# Takagi love/hate: when will it be thin enough?



## Phip (Feb 5, 2012)

I have a 240 MM Takagi honyaki gyuto from Japanese Wood Worker. I've posted elsewhere about my love for this knife. Now I'll post about my frustration with it. Here's where I stand. 

I bought it used on FF w/ "considerable work already done on it." I've put in about nine hours thinning on a 400 grit stone. The knife is sharp, yes. But cutting an apple or potato, well, I might as well use a splitting maul because this thing mostly wedges. 

So I'm wondering, how much do I need to thin this knife to get it to cut, not wedge? I don't expect a laser when it's done, but I do expect it to cut and not wedge. 

From the edge up, these are the measurements, averaged from measures taken at heel, mid-blade and 2" from tip:

1/8" up from edge: .040"
1/4" up from edge: .060"
1/2" up from edge: .075"
Spine from handle to 2.5" from tip: .080"

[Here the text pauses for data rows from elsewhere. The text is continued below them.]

package kit

import (
	"encoding/json"
	"fmt"
	"io"
	"text/template"

	"coilwright/parts"
	"coilwright/templates"
)

var designTmpl = template.Must(template.New("design.md.tmpl").Funcs(reportFuncs).ParseFS(templates.FS(), "design.md.tmpl"))

// reportFuncs are the number formats the Markdown templates use.
var reportFuncs = template.FuncMap{
	"f0":    func(v float64) string { return fmt.Sprintf("%.0f", v) },
	"f1":    func(v float64) string { return fmt.Sprintf("%.1f", v) },
	"f2":    func(v float64) string { return fmt.Sprintf("%.2f", v) },
	"f3":    func(v float64) string { return fmt.Sprintf("%.3f", v) },
	"g":     func(v float64) string { return fmt.Sprintf("%g", v) },
	"deref": func(p *float64) float64 { return *p },
	"pct":   func(v float64) float64 { return 100 * v },
	"turns": parts.TurnsText,
	"signed": func(v float64) string {
		if v < 0 {
			return fmt.Sprintf("− %.1f", -v)
		}
		return fmt.Sprintf("+ %.1f", v)
	},
	"inc": func(i int) int { return i + 1 },
}

// WriteReportJSON writes the design report as indented JSON: the content
// of design.json, and what check --json prints.
func (k *Kit) WriteReportJSON(w io.Writer) error {
	enc := json.NewEncoder(w)
	enc.SetIndent("", "  ")
	return enc.Encode(k.Report)
}

// writeDesign writes design.md and design.json.
func (k *Kit) writeDesign(s Sink) error {
	if err := s.Add("design.json", k.WriteReportJSON); err != nil {
		return err
	}
	return s.Add("design.md", func(w io.Writer) error { return designTmpl.Execute(w, k.Report) })
}
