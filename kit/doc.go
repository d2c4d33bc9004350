// Package kit is the pipeline: it turns a loaded, validated spec into the
// design, the planned former, the flat parts with their nests, and every
// output file of a build, written to a Sink in memory or on disk.
//
// New does all the planning that can refuse a spec (the design, the
// former's fit, the kerf offsets and nests, the batch's stock plans), so a
// spec that New accepts builds. Kit.Write then produces the files step by
// step; only the former's mesh is made there. Problems a maker can fix come
// back as *parts.SpecError values naming the spec key, its line and a fix.
// Nothing here reads or writes files itself, prints or exits.
package kit
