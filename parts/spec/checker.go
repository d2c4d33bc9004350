package spec

import (
	"fmt"
	"slices"
	"strconv"
	"strings"
)

// checker gathers spec problems while validation runs, each with the line
// its key was written on.
type checker struct {
	pos  positions
	errs SpecErrors
}

func (c *checker) has(key string) bool {
	_, ok := c.pos[key]
	return ok
}

func (c *checker) fail(key, value, problem, fix string) {
	c.errs = append(c.errs, &SpecError{Key: key, Line: c.pos[key], Value: clipValue(value), Problem: problem, Fix: fix})
}

// orDefault sets *v to def when the key is absent from the spec and *v is
// still zero (a Spec built in code leaves it zero).
func (c *checker) orDefault(key string, v *float64, def float64) {
	if !c.has(key) && *v == 0 {
		*v = def
	}
}

// within checks lo ≤ v ≤ hi.
func (c *checker) within(key string, v, lo, hi float64, unit string) bool {
	if v >= lo && v <= hi {
		return true
	}
	c.fail(key, num(v), fmt.Sprintf("must be between %s and %s %s", num(lo), num(hi), unit), fmt.Sprintf("set a value from %s to %s", num(lo), num(hi)))
	return false
}

// oneOf checks that v is one of the allowed words; an empty v takes def.
func (c *checker) oneOf(key string, v *string, def string, allowed ...string) bool {
	if *v == "" && def != "" && !c.has(key) {
		*v = def
	}
	if slices.Contains(allowed, *v) {
		return true
	}
	c.fail(key, strconv.Quote(*v), "must be one of "+quoteAll(allowed), fmt.Sprintf("write %s = %q", key[strings.LastIndex(key, ".")+1:], allowed[0]))
	return false
}

// exclusive checks that at most one of two alternative keys is given and,
// when required, that one is.
func (c *checker) exclusive(keyA string, a *float64, keyB string, b *float64, required bool) bool {
	switch {
	case a != nil && b != nil:
		c.fail(keyB, num(*b), "given together with "+keyA+"; give one or the other", "delete one of the two keys")
		return false
	case required && a == nil && b == nil:
		c.fail(keyA, "", "one of "+keyA+" or "+keyB+" is required", "add "+keyA[strings.LastIndex(keyA, ".")+1:]+" = ...")
		return false
	}
	return true
}

func (c *checker) result() error {
	if len(c.errs) == 0 {
		return nil
	}
	slices.SortStableFunc(c.errs, func(a, b *SpecError) int { return lineOrder(a.Line) - lineOrder(b.Line) })
	return c.errs
}

// lineOrder sorts absent keys (line 0) after written ones.
func lineOrder(l int) int {
	if l == 0 {
		return 1 << 30
	}
	return l
}

func quoteAll(words []string) string {
	q := make([]string, len(words))
	for i, w := range words {
		q[i] = strconv.Quote(w)
	}
	return strings.Join(q, ", ")
}

// num formats a float compactly for messages.
func num(v float64) string { return strconv.FormatFloat(v, 'g', -1, 64) }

I'm tired of wandering thru the wilderness and look to find a road out soon. What are reasonable goals, expectations, and processes to consider here. FWIW: I'm not going to buy a sander, but might send it out to be sanded thin if that's the best option.


----------



## memorael (Feb 5, 2012)

seems like that knife is pretty hefty... The spine seems ok but the other measurements are just bleh... I would recommend not taking it to a sander and to keep working on it with a lower grit stone until it cuts to your preference. DMTs would be a good option here... like xxc dmt.


----------



## tk59 (Feb 5, 2012)

Yup. Pretty thick still. Post some pictures.


----------



## Phip (Feb 5, 2012)

I would love to post pictures, but my 4 year old camera died yesterday. Did you know that $400 digital cameras are disposable and have an expected life of less than 5 years?  Who'da thunk?


----------



## Phip (Feb 5, 2012)

Anyway, do you guys have some rough guidelines for what I'm shooting for in terms of thinness (and where I should measure that)?


----------



## RRLOVER (Feb 5, 2012)

I must have been lucky because mine was not thick at all,just UGLY.With a little clean up and fine tuning on the belt grinder and she is a great knife.


----------



## zitangy (Feb 5, 2012)

your issues discussed here... http://www.kitchenknifeforums.com/s...res-Reviews-Etc/page13?highlight=convex+grind

rgds

d


----------



## jannend (Feb 5, 2012)

Phip,

That's far from being done...
Mine has about 60 hours on stone....

The measurment of what you have provided on mimne is as follows

1/8 inch 0.020
1/4 inch 0.027
1/2 inch 0.042

here's the photo of it...


----------



## RRLOVER (Feb 5, 2012)

jannend said:


> Phip,
> 
> That's far from being done...
> Mine has about 60 hours on stone....
> ...






60 hours.......YIKES!!!! Phip I would send it to dave for a tune up and you will love the blade when he is done.


----------



## Phip (Feb 5, 2012)

Well, I just sent off for a DMT XXC, so I guess I'm in for the long haul. Besides, I shudder to think what 60 hours of Dave's time would cost. Much cheaper to get a Masamoto honyaki. I do have a handle on order from Stefan for this knife, though, so I'm motivated to make it work!


----------



## Phip (Feb 5, 2012)

jannend said:


> Phip,
> 
> That's far from being done...
> Mine has about 60 hours on stone....
> ...



RRLover, excuse my lapse in manners in my last post and failure to thank you for the detail you provided. I'm quite grateful for your specific information and the picture. Gives me a much better idea of where I need to head.


----------



## jannend (Feb 5, 2012)

Phip,

I did all that by hand and stone...

Cut the bevel on Beston 500/700 don't try it on naniwa omura, it's like the knife is flattening the stone... I used up one on this and not much was done...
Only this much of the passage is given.